—Mais votre mère...

—Mais ma mère n'était que ma mère... et ma femme était ma femme!—s'écria-t-il courroucé.—Le temps que j'ai passé près d'Ursule sera toujours le plus beau temps de ma vie... Elle qui m'était si supérieure par l'esprit et par l'éducation, elle s'était mise à mon niveau! Et puis si belle... si belle! Oh! que de nuits de rage furieuse j'ai passées dans notre chambre déserte en l'appelant à grands cris!... Oublier!... mais vous ne savez donc pas que je l'aimais autant, plus peut-être, pour sa ravissante beauté que pour son esprit charmant?... Oublier!... et pourquoi? pour vivre tête à tête avec ma mère, n'est-ce pas? Quelle compensation!

—Mais ce que vous dites là est affreux... Croyez-vous qu'il ne lui soit pas pénible de voir combien ses consolations sont impuissantes?
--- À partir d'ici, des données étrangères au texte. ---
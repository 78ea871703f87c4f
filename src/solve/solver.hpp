// pcasweep/solve/solver.hpp — choosing and running a solver.
//
// Contract: solve() takes the centred-data operator and the user's settings
// and returns a Solution: the Basis, and a SolveReport whose `solver` and
// `reason` say which solver ran and why. `exact` returns all d components; other solvers may return fewer
// (basis.rank() < d), in which case eigenvalues beyond the rank are unknown
// but basis.total_variance still holds the exact trace. Given the observation
// matrix itself, solve() also picks the operator: single-precision products
// (SingleOperator) when the randomized solver runs and they were asked for.
#pragma once

#include <cstdint>
#include <string>

#include "solve/operator.hpp"
#include "solve/solve_report.hpp"

namespace pcasweep {

enum class SolverChoice { automatic, exact, randomized };

struct SolverSettings {
  SolverChoice choice = SolverChoice::automatic;
  Eigen::Index rank = 0;          // components wanted from a truncated solver (0: solver decides)
  int oversample = 10;            // randomized: extra test vectors p
  int power_iterations = -1;      // randomized: q; -1 = adaptive default
  std::uint64_t seed = 1;         // randomized: test-matrix seed
  double tolerance = 0.0;         // randomized, adaptive q: stopping tolerance (0: kDefaultTolerance)
  // randomized, given the matrix: precision of the products with the data
  // (the exact solver always accumulates its scatter in double).
  Precision precision = Precision::double_precision;
};

// Rank a truncated solver computes when SolverSettings::rank is 0.
inline constexpr Eigen::Index kDefaultRank = 32;

// How `auto` chooses: a flop count of each path priced at rates fitted to
// earlier measurements with OpenBLAS (`pcasweep-bench crossover`; the figures
// and the machine are in docs/performance.md, "Choosing a solver").
// Exact: scatter N·d² at kScatterFlopRate plus the symmetric eigensolver's d³
// at kEigenFlopRate. Randomized: kTypicalPasses products of 2·N·d·l flops at
// kProductFlopRate (overheads included). Randomized wins when its
// prediction is below kCrossoverMargin times the exact one.
inline constexpr double kScatterFlopRate = 140e9;
inline constexpr double kEigenFlopRate = 6e9;
inline constexpr double kProductFlopRate = 75e9;
inline constexpr double kTypicalPasses = 9.0;
inline constexpr double kCrossoverMargin = 0.5;
// d up to this always goes to the exact solver, which then gives every
// eigenvalue (the rules for k and the near-zero diagnosis read the whole
// spectrum); up to here the time that choice costs over the randomized solver
// stays a fraction of a second (docs/performance.md, "Choosing a solver").
inline constexpr Eigen::Index kAlwaysExactDimension = 1024;
// solve(X, …) with single precision asked for keeps double when the data's
// mean makes them more than this many times their spread (‖A‖_F/‖A_c‖_F):
// single products lose that factor of accuracy, and beyond 16 their rounding
// (16·2⁻²⁴ ≈ 1e-6 of the centred data) would reach the default tolerance.
// Where the bundled samples sit: docs/performance.md, "Precision".
inline constexpr double kSingleOffsetLimit = 16.0;
// A single-precision solve is kept only when the variance beyond its rank is
// at least this many times its rounding level (the operator's unit_roundoff)
// of the total: rounding of order u·‖A_c‖²_F moves the rank-k error² by as
// much, so for an error within 1e-3 of optimal the optimal error² must exceed
// about 500·u·‖A_c‖²_F. The case that showed it is in docs/performance.md,
// "Precision".
inline constexpr double kSingleTailMargin = 1e3;
// The exact solver refuses when its d×d matrices would need more than this.
inline constexpr double kExactMemoryLimit = 4.0 * 1073741824.0;

struct CostEstimate {
  double exact_seconds = 0.0;
  double randomized_seconds = 0.0;
  double exact_bytes = 0.0;
};

// n×d data, rank r wanted, oversampling p. Returns the predicted costs of both paths.
CostEstimate estimate_costs(Eigen::Index n, Eigen::Index d, Eigen::Index rank, int oversample);

// The rank used when none is asked for: min(N, d, kDefaultRank).
Eigen::Index default_rank(Eigen::Index n, Eigen::Index d);

// Parses "auto", "exact", "randomized". Throws Error(usage).
SolverChoice parse_solver_choice(const std::string& text);

// op: N×d centred data. Returns the basis and its report, whose solver and
// reason say which ran and why (report.precision: op's). Throws Error(data)
// for N < 2, Error(usage) for a rank above min(N, d) or an exact solve too
// large for memory.
Solution solve(const CenteredOperator& op, const SolverSettings& settings);

// source: N×d moments only (a ScatterSum, say: no products). Runs the exact
// solver, whatever settings.choice says, under solve()'s checks for
// --solver exact; report.reason as solve() gives it then. Throws Error(data)
// for N < 2, Error(usage) for a rank above min(N, d) or d×d matrices too large
// for memory.
Solution solve_scatter(const ScatterSource& source, const SolverSettings& settings);

// basis: from an operator whose products round at unit_roundoff. Returns
// whether that rounding leaves the rank-r error within about 1e-3 of optimal
// (kSingleTailMargin): always true for double.
bool precision_suffices(const Basis& basis, double unit_roundoff);

// True when solve() would run single-precision products for N×d data: the
// randomized solver is chosen and settings.precision is single. Throws as solve().
bool uses_single_precision(Eigen::Index n, Eigen::Index d, const SolverSettings& settings);

// op: the data with double products; single: the same data with
// single-precision products (null when uses_single_precision() is false),
// whose offset ratio ‖A‖_F/‖A_c‖_F is `offset_ratio`. Runs the rules of
// solve(X, settings) below over these operators. Throws as solve().
Solution solve(const CenteredOperator& op, const CenteredOperator* single, double offset_ratio,
            const SolverSettings& settings);

// X: N×d observations (not centred). As above over DenseOperator(X), or over
// SingleOperator(X) (a float32 copy, N·d·4 bytes more) when the randomized
// solver runs, settings.precision is single and the data allow it: their
// offset (kSingleOffsetLimit) before the solve, precision_suffices after it
// (else the solve is run again in double). report.reason says when double ran
// although single was asked.
Solution solve(const Eigen::MatrixXd& X, const SolverSettings& settings);

}  // namespace pcasweep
—Eh! que ma mère veut-elle de plus?... elle est heureuse et contente... J'ai abandonné Ursule à son sort... j'ai juré sur la mémoire de mon père de ne plus la revoir... de ne jamais lui pardonner... Je tiens ma promesse... quoiqu'elle me coûte. Pourquoi ma mère veut-elle me disputer mes larmes... mes larmes que je lui cache tant que je puis?... Pourtant...—Et les lèvres de M. Sécherin tremblèrent convulsivement, de grosses larmes roulèrent dans ses yeux, il cacha sa tête dans ses mains et tomba assis sur un banc de pierre en sanglotant.

Épouvantée de cet affreux amour, je restai muette...

—Tenez, je suis ridicule, je suis vil, je suis fou... je le sais,—reprit mon cousin en essuyant ses yeux, mais, que voulez-vous! c'est plus fort que moi... Accablez-moi, je le mérite, car... car je l'aime encore...

—Vous l'aimez encore?

—Oui... c'est honteux, c'est horrible... je l'aime autant que je l'ai jamais aimée.

—Est-il possible, mon Dieu!

—J'ai beau me raisonner, j'ai beau me dire que sa conduite avec votre mari est mille fois plus coupable que si elle avait cédé à l'amour... j'ai beau me dire qu'il faut être profondément corrompue pour s'être donnée ainsi qu'elle s'est donnée... Eh bien! sans ma mère... entendez-vous! sans ma mère, vingt fois je serais allé tuer M. de Lancry ou me faire tuer par lui; si je l'avais tué, je me serais jeté aux pieds d'Ursule pour tout lui pardonner... et je suis sûr qu'à force d'indulgence et de bonté je l'aurais ramenée à de bons sentiments... Car, voyez-vous, personne ne la connaît comme moi...—dit-il en essuyant ses yeux.—C'est bien plutôt sa tête que son cœur qu'il faut accuser.